Segment Open

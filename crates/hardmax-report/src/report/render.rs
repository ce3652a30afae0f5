//! Rendering a results folder: build the figures from its tables, write `plots/*.svg` and
//! `report.html` (both with [`crate::io::write_atomic`]).

use std::fs;
use std::path::{Path, PathBuf};

use super::error::ReportError;
use super::folder::{
    PointRow, Predicted, ResultsFolder, SweepMode, SweepParameter, TransferCurve, TransferMeta,
};
use super::format::fmt_quantity;
use super::html;
use super::plots::{
    self, AccuracyCurve, AccuracyHistogram, AccuracyPlot, AccuracyPoint, ConfusionMatrix,
    DecisionTimeHistogram, ParamAxis, TransferPlot, YieldCurve, YieldPlot, YieldPoint,
};
use crate::io::write_atomic;

/// Choices for a render.
#[derive(Debug, Clone, Default, PartialEq, Eq)]
pub struct RenderOptions {
    /// Sweep point shown in the per-chip histogram, the decision-time histogram and the
    /// confusion matrix. `None`: the finished point with the lowest mean accuracy (the one that
    /// limits the design; on a tie the later point), see [`default_focus_point`].
    pub point: Option<u64>,
}

/// What a render wrote.
#[derive(Debug, Clone, PartialEq)]
pub struct RenderSummary {
    /// `DIR/report.html`.
    pub report: PathBuf,
    /// Every SVG written, in report order.
    pub plots: Vec<PathBuf>,
    /// Whether the folder holds a partial run.
    pub partial: bool,
    /// Finished sweep points shown.
    pub points_rendered: usize,
    /// Sweep points of the whole experiment (from the manifest).
    pub points_total: u64,
    /// Sweep point of the per-point figures, if any point finished.
    pub focus_point: Option<u64>,
}

/// One figure of the report.
#[derive(Debug, Clone, PartialEq)]
pub struct Figure {
    /// File name under `plots/`.
    pub file: String,
    /// HTML id of the figure.
    pub id: String,
    pub caption: String,
    pub svg: String,
}

/// Render `dir` with default options: see [`render_with`].
pub fn render(dir: &Path) -> Result<RenderSummary, ReportError> {
    render_with(dir, &RenderOptions::default())
}

/// Read the results folder `dir`, write every figure to `dir/plots/*.svg` and the
/// self-contained report to `dir/report.html`. Re-running it replaces those files only; the
/// CSV files and the manifest are never written.
pub fn render_with(dir: &Path, opts: &RenderOptions) -> Result<RenderSummary, ReportError> {
    let folder = ResultsFolder::read(dir)?;
    let focus = match opts.point {
        Some(p) => {
            if folder.point(p).is_none() {
                let available = folder
                    .points
                    .rows
                    .iter()
                    .map(|r| r.point.to_string())
                    .collect::<Vec<_>>()
                    .join(", ");
                return Err(ReportError::UnknownPoint {
                    point: p,
                    available: if available.is_empty() {
                        "none yet".into()
                    } else {
                        available
                    },
                });
            }
            Some(p)
        }
        None => default_focus_point(&folder.points.rows),
    };
    let figures = build_figures(&folder, focus)?;
    let html = html::report_html(&folder, &figures, focus);

    let plots_dir = dir.join("plots");
    fs::create_dir_all(&plots_dir).map_err(|source| ReportError::CreateDir {
        path: plots_dir.clone(),
        source,
    })?;
    let mut plots = Vec::with_capacity(figures.len());
    for f in &figures {
        let path = plots_dir.join(&f.file);
        write_atomic(&path, f.svg.as_bytes())?;
        plots.push(path);
    }
    let report = dir.join("report.html");
    write_atomic(&report, html.as_bytes())?;
    Ok(RenderSummary {
        report,
        plots,
        partial: folder.is_partial(),
        points_rendered: folder.points.rows.len(),
        points_total: folder.manifest.points_total,
        focus_point: focus,
    })
}

/// Store a stage transfer curve in a results folder (`transfer/NAME.csv` plus `NAME.json` with
/// its axis label), so every later render shows it. The CSV is checked first. Returns the path
/// of the stored CSV.
pub fn add_transfer(dir: &Path, csv: &Path, meta: &TransferMeta) -> Result<PathBuf, ReportError> {
    if !dir.is_dir() {
        return Err(ReportError::NotAFolder {
            path: dir.to_path_buf(),
        });
    }
    let text = fs::read_to_string(csv).map_err(|source| {
        if source.kind() == std::io::ErrorKind::NotFound {
            ReportError::MissingFile {
                path: csv.to_path_buf(),
                what: "the stage transfer curve given with --transfer",
            }
        } else {
            ReportError::Read {
                path: csv.to_path_buf(),
                source,
            }
        }
    })?;
    TransferCurve::parse(&text, csv)?;
    let stem = csv
        .file_stem()
        .map(|s| slug(&s.to_string_lossy()))
        .unwrap_or_else(|| "transfer".into());
    let tdir = dir.join("transfer");
    fs::create_dir_all(&tdir).map_err(|source| ReportError::CreateDir {
        path: tdir.clone(),
        source,
    })?;
    let target = tdir.join(format!("{stem}.csv"));
    write_atomic(&target, text.as_bytes())?;
    let json = serde_json::to_string_pretty(meta).unwrap_or_else(|_| "{}".into());
    write_atomic(&tdir.join(format!("{stem}.json")), json.as_bytes())?;
    Ok(target)
}

/// The default focus point: the finished point with the lowest mean accuracy (on a tie, the
/// later point); points without a mean count last. `None` if no point finished.
pub fn default_focus_point(rows: &[PointRow]) -> Option<u64> {
    rows.iter()
        .min_by(|a, b| {
            let ka = a.acc_mean.unwrap_or(f64::INFINITY);
            let kb = b.acc_mean.unwrap_or(f64::INFINITY);
            ka.total_cmp(&kb).then(b.point.cmp(&a.point))
        })
        .map(|r| r.point)
}

/// File-name-safe form of a parameter path or name.
pub fn slug(s: &str) -> String {
    let out: String = s
        .chars()
        .map(|c| {
            if c.is_ascii_alphanumeric() || c == '_' || c == '-' {
                c
            } else {
                '-'
            }
        })
        .collect();
    if out.is_empty() {
        "x".into()
    } else {
        out
    }
}

/// Short name of a parameter path for legends: its last segment.
pub fn short_name(path: &str) -> &str {
    path.rsplit('.').next().unwrap_or(path)
}

/// The points of each curve group against sweep parameter `i`: `point` builds one from the
/// parameter's value and the row; a row without a needed value is left out.
fn group_points<P>(
    groups: &[(String, Vec<&PointRow>)],
    i: usize,
    point: impl Fn(f64, &PointRow) -> Option<P>,
) -> Vec<(String, Vec<P>)> {
    groups
        .iter()
        .map(|(label, rows)| {
            let points = rows
                .iter()
                .filter_map(|r| point(*r.params.get(i)?, r))
                .collect();
            (label.clone(), points)
        })
        .collect()
}

/// Rows grouped into curves for a plot against parameter `i`: one curve per combination of
/// the other parameters (grid), a single curve for zip sweeps and one-parameter sweeps.
fn curves_for(folder: &ResultsFolder, i: usize) -> Vec<(String, Vec<&PointRow>)> {
    let params = &folder.manifest.sweep.parameters;
    let rows = &folder.points.rows;
    if folder.manifest.sweep.mode == SweepMode::Zip || params.len() <= 1 {
        return vec![(String::new(), rows.iter().collect())];
    }
    let mut groups: Vec<(Vec<u64>, String, Vec<&PointRow>)> = Vec::new();
    for r in rows {
        let key: Vec<u64> = r
            .params
            .iter()
            .enumerate()
            .filter(|(j, _)| *j != i)
            .map(|(_, v)| v.to_bits())
            .collect();
        if let Some(g) = groups.iter_mut().find(|g| g.0 == key) {
            g.2.push(r);
        } else {
            let label = params
                .iter()
                .zip(&r.params)
                .enumerate()
                .filter(|(j, _)| *j != i)
                .map(|(_, (p, v))| format!("{} = {}", short_name(&p.path), param_value(p, *v, 3)))
                .collect::<Vec<_>>()
                .join(", ");
            groups.push((key, label, vec![r]));
        }
    }
    // Order curves by the values of the other parameters.
    groups.sort_by(|a, b| {
        let va = a.2.first().map(|r| &r.params);
        let vb = b.2.first().map(|r| &r.params);
        match (va, vb) {
            (Some(x), Some(y)) => x
                .iter()
                .zip(y.iter())
                .enumerate()
                .filter(|(j, _)| *j != i)
                .map(|(_, (p, q))| p.total_cmp(q))
                .find(|o| o.is_ne())
                .unwrap_or(std::cmp::Ordering::Equal),
            _ => std::cmp::Ordering::Equal,
        }
    });
    groups.into_iter().map(|(_, l, r)| (l, r)).collect()
}

/// Words for a sweep point's parameter values ("bias_current = 10 nA, bits = 6").
pub fn point_label(folder: &ResultsFolder, row: &PointRow) -> String {
    describe_point(folder, row, |p, v| {
        format!("{} = {}", short_name(&p.path), param_value(p, v, 4))
    })
}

Segment Closed

• **Exercise requirements**
Where does the word "first" appear in the listing? List each line that holds it.

• **Output for this exercise**
/// its axis label), so every later render shows it. The CSV is checked first. Returns the path
        let va = a.2.first().map(|r| &r.params);
        let vb = b.2.first().map(|r| &r.params);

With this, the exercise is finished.